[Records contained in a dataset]
········
typedef struct
{
  CwPoint  atom; /* page position of the ring carbon */
  CwPoint  end;  /* where the bond stops */
  CwPoint  dir;  /* page direction, unit */
  double   length;
  gboolean placed;
} SubPlace;

typedef struct
{
  CwScene               *scene;
  const CwMolecule      *mol;
  const CwAnalysis      *an;
  const CwRenderOptions *opt;
  double                 bond; /* ring bond length on the page */
  CwPlacer               placer;
  CwChair3D              chair3d;
  CwPoint                atom[6];
  SubPlace               sub[CW_MAX_SUBS];
  int                    which;
  double                 azimuth;
  gboolean               major;    /* drawn on the major chair's panel */
  const int             *order;    /* substituents in placing order */
  int                    failures; /* labels that found no clear spot */
  const CwReactivity    *react;    /* reaction geometry to mark, or NULL */
} ChairLayout;

static CwPoint
project_dir (const ChairLayout *cl, const CwVec3 *v)
{
  double x, y, n;

  cw_chair_project (v, cl->azimuth, CW_CHAIR_TILT, &x, &y);
  n = hypot (x, y);
  return (CwPoint){ x / n, y / n };
}

static void
draw_ring (ChairLayout *cl, double cx, double cy, gboolean major)
{
  double minx = G_MAXDOUBLE, maxx = -G_MAXDOUBLE, miny = G_MAXDOUBLE, maxy = -G_MAXDOUBLE;

  cw_chair3d_build (&cl->chair3d, cl->which);
  cl->azimuth = cw_chair_azimuth (cl->which);
  for (int k = 0; k < 6; k++)
    {
      double x, y;

      cw_chair_project (&cl->chair3d.atom[k], cl->azimuth, CW_CHAIR_TILT, &x, &y);
      cl->atom[k] = (CwPoint){ x * cl->bond, y * cl->bond };
      minx = MIN (minx, cl->atom[k].x);
      maxx = MAX (maxx, cl->atom[k].x);
      miny = MIN (miny, cl->atom[k].y);
      maxy = MAX (maxy, cl->atom[k].y);
    }
  for (int k = 0; k < 6; k++)
    {
      cl->atom[k].x += cx - 0.5 * (minx + maxx);
      cl->atom[k].y += cy - 0.5 * (miny + maxy);
    }
  for (int k = 0; k < 6; k++)
    {
      CwPoint p = cl->atom[k], q = cl->atom[(k + 1) % 6];
      CwPrim *b = cw_scene_line (cl->scene, CW_ROLE_RING_BOND, CW_INK_BOND, p.x, p.y, q.x, q.y, major ? 2.6 : 1.5);

      b->chair = cl->which;
      b->position = k + 1;
      cw_placer_add_segment (&cl->placer, p.x, p.y, q.x, q.y);
    }
}

/* One bond and its label, the bond lengthened until the label is clear. */
static void
place_group (ChairLayout *cl, int k, CwPoint dir, const char *markup, double size, double base, CwRole role, int sub, gboolean axial, SubPlace *out)
{
  CwPoint      a = cl->atom[k];
  CwLabelPlace place = { 0 };
  CwLabelText  lt = { 0 };
  gboolean     h = role == CW_ROLE_HYDROGEN;
  CwPrim      *p;

  gboolean show_label = TRUE;

  if (cw_placer_place_label (&cl->placer, markup, size, a.x, a.y, dir.x, dir.y, base, &place, &lt) > 0)
    {
      if (!h)
        cl->failures++;
      else
        {
          /* No clear spot for this hydrogen's letter: keep a short bond alone rather than
           * write over a group. */
          show_label = FALSE;
          place.ex = a.x + dir.x * 0.3 * cl->bond;
          place.ey = a.y + dir.y * 0.3 * cl->bond;
        }
    }
  if (!h && cl->opt->highlight_sub == sub)
    cw_scene_highlight (cl->scene, &place.box);
  p = cw_scene_line (cl->scene, h ? CW_ROLE_HYDROGEN : CW_ROLE_SUB_BOND, h ? CW_INK_MUTED : CW_INK_BOND,
                     a.x, a.y, place.ex, place.ey, h ? 0.8 : 1.3);
  p->halo = TRUE;
  p->halo_ink = cl->major ? CW_INK_PANEL : CW_INK_BACKGROUND;
  p->chair = cl->which;
  p->sub = sub;
  p->position = k + 1;
  p->axial = axial;
  if (show_label)
    {
      p = cw_label_add (cl->scene, &lt, &place, size, role, h ? CW_INK_MUTED : CW_INK_TEXT,
                        !h && cl->opt->highlight_sub == sub);
      p->chair = cl->which;
      p->sub = sub;
      p->position = k + 1;
      p->axial = axial;
      cw_placer_add_box (&cl->placer, &place.box);
    }
  cw_placer_add_segment (&cl->placer, a.x, a.y, place.ex, place.ey);
  if (out != NULL)
    *out = (SubPlace){ a, { place.ex, place.ey }, dir, hypot (place.ex - a.x, place.ey - a.y), TRUE };
  cw_label_text_clear (&lt);
}

static void
draw_substituents (ChairLayout *cl)
{
  const CwChair *ch = &cl->an->chair[cl->which];
  gboolean       taken[6][2] = { { FALSE } }; /* [carbon][axial] */

  for (int n = 0; n < cl->mol->n_subs; n++)
    {
      int                  i = cl->order[n];
      const CwSubstituent *s = &cl->mol->subs[i];
      int                  k = s->position - 1;
      gboolean             axial = ch->axial[i];
      CwPoint              dir = project_dir (cl, axial ? &cl->chair3d.axial[k] : &cl->chair3d.equatorial[k]);

      taken[k][axial] = TRUE;
      place_group (cl, k, dir, s->group->markup, LABEL_SIZE, 0.8 * cl->bond, CW_ROLE_SUB_LABEL, i, axial,
                   &cl->sub[i]);
    }
  if (!cl->opt->show_hydrogens && cl->react == NULL)
    return;
  for (int k = 0; k < 6; k++)
    for (int ax = 1; ax >= 0; ax--)
      if (!taken[k][ax])
        place_group (cl, k, project_dir (cl, ax ? &cl->chair3d.axial[k] : &cl->chair3d.equatorial[k]), "H",
                     H_SIZE, 0.5 * cl->bond, CW_ROLE_HYDROGEN, -1, ax, NULL);
}

static CwPoint
along (const SubPlace *sp, double f)
{
  return (CwPoint){ sp->atom.x + sp->dir.x * sp->length * f, sp->atom.y + sp->dir.y * sp->length * f };
}

static void
mark_term (ChairLayout *cl, const CwTerm *term, CwPoint centre)
{
  const SubPlace  *a = &cl->sub[term->sub_a], *b = &cl->sub[term->sub_b];
  gboolean         syn = term->kind == CW_TERM_SYN_AXIAL;
  CwPoint          p = along (a, syn ? 0.75 : 0.6), q = along (b, syn ? 0.75 : 0.6);
  CwPoint          mid = { 0.5 * (p.x + q.x), 0.5 * (p.y + q.y) };
  double           ox = mid.x - centre.x, oy = mid.y - centre.y, on = hypot (ox, oy);
  CwPoint          pts[17];
  g_autofree char *val = cw_render_format_energy (term->energy, cl->opt->unit);
  g_autofree char *markup = g_strdup_printf ("%s%s", term->energy > 0 ? "+" : "", val);
  CwPoint          cands[48];
  CwPrim          *prim;
  double           bulge = syn ? -0.22 * hypot (q.x - p.x, q.y - p.y) : 0;

  if (on < 1e-6)
    ox = 0, oy = -1, on = 1;
  ox /= on;
  oy /= on;
  /* A gentle curve, bowed towards the ring for syn-axial pairs (it stays clear of the labels). */
  for (int i = 0; i <= 16; i++)
    {
      double t = i / 16.0, s = 4 * t * (1 - t);
      pts[i] = (CwPoint){ p.x + (q.x - p.x) * t + ox * bulge * s, p.y + (q.y - p.y) * t + oy * bulge * s };
    }
  prim = cw_scene_polyline (cl->scene, CW_ROLE_INTERACTION, syn ? CW_INK_STRAIN : CW_INK_GAUCHE, pts, 17,
                            1.3);
  prim->dash = syn ? 4.0 : 1.2;
  prim->chair = cl->which;
  prim->sub = term->sub_a;
  /* Beside the middle of the mark, away from the ring first, then further out, then along it. */
  for (int i = 0; i < 48; i++)
    {
      double d = 7 + 6 * ((i % 24) / 2);
      double side = (i % 2) ? -1 : 1;
      double along_t = i < 24 ? 0 : (i % 4 < 2 ? 12 : -12);
      double lx = q.x - p.x, ly = q.y - p.y, ln = MAX (hypot (lx, ly), 1e-6);

      cands[i] = (CwPoint){ pts[8].x + side * ox * d + along_t * lx / ln, pts[8].y + side * oy * d + along_t * ly / ln };
    }
  prim = cw_scene_text_free (cl->scene, CW_ROLE_INTERACTION_LABEL, syn ? CW_INK_STRAIN : CW_INK_GAUCHE,
                             markup, MARK_SIZE, cands, 48, 0.5, 0.5);
  prim->chair = cl->which;
  prim->sub = term->sub_a;
  cw_placer_add_box (&cl->placer, &prim->box);
}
········
### Exercise details:
Print only these lines, please. They run from the start of the entries above to the line containing "(&cl->chair3d.atom[k], cl->azimuth, CW_CHAIR_TILT, &x, &y);", both ends included, and must match exactly.

### Response to the task:
typedef struct
{
  CwPoint  atom; /* page position of the ring carbon */
  CwPoint  end;  /* where the bond stops */
  CwPoint  dir;  /* page direction, unit */
  double   length;
  gboolean placed;
} SubPlace;

typedef struct
{
  CwScene               *scene;
  const CwMolecule      *mol;
  const CwAnalysis      *an;
  const CwRenderOptions *opt;
  double                 bond; /* ring bond length on the page */
  CwPlacer               placer;
  CwChair3D              chair3d;
  CwPoint                atom[6];
  SubPlace               sub[CW_MAX_SUBS];
  int                    which;
  double                 azimuth;
  gboolean               major;    /* drawn on the major chair's panel */
  const int             *order;    /* substituents in placing order */
  int                    failures; /* labels that found no clear spot */
  const CwReactivity    *react;    /* reaction geometry to mark, or NULL */
} ChairLayout;

static CwPoint
project_dir (const ChairLayout *cl, const CwVec3 *v)
{
  double x, y, n;

  cw_chair_project (v, cl->azimuth, CW_CHAIR_TILT, &x, &y);
  n = hypot (x, y);
  return (CwPoint){ x / n, y / n };
}

static void
draw_ring (ChairLayout *cl, double cx, double cy, gboolean major)
{
  double minx = G_MAXDOUBLE, maxx = -G_MAXDOUBLE, miny = G_MAXDOUBLE, maxy = -G_MAXDOUBLE;

  cw_chair3d_build (&cl->chair3d, cl->which);
  cl->azimuth = cw_chair_azimuth (cl->which);
  for (int k = 0; k < 6; k++)
    {
      double x, y;

      cw_chair_project (&cl->chair3d.atom[k], cl->azimuth, CW_CHAIR_TILT, &x, &y);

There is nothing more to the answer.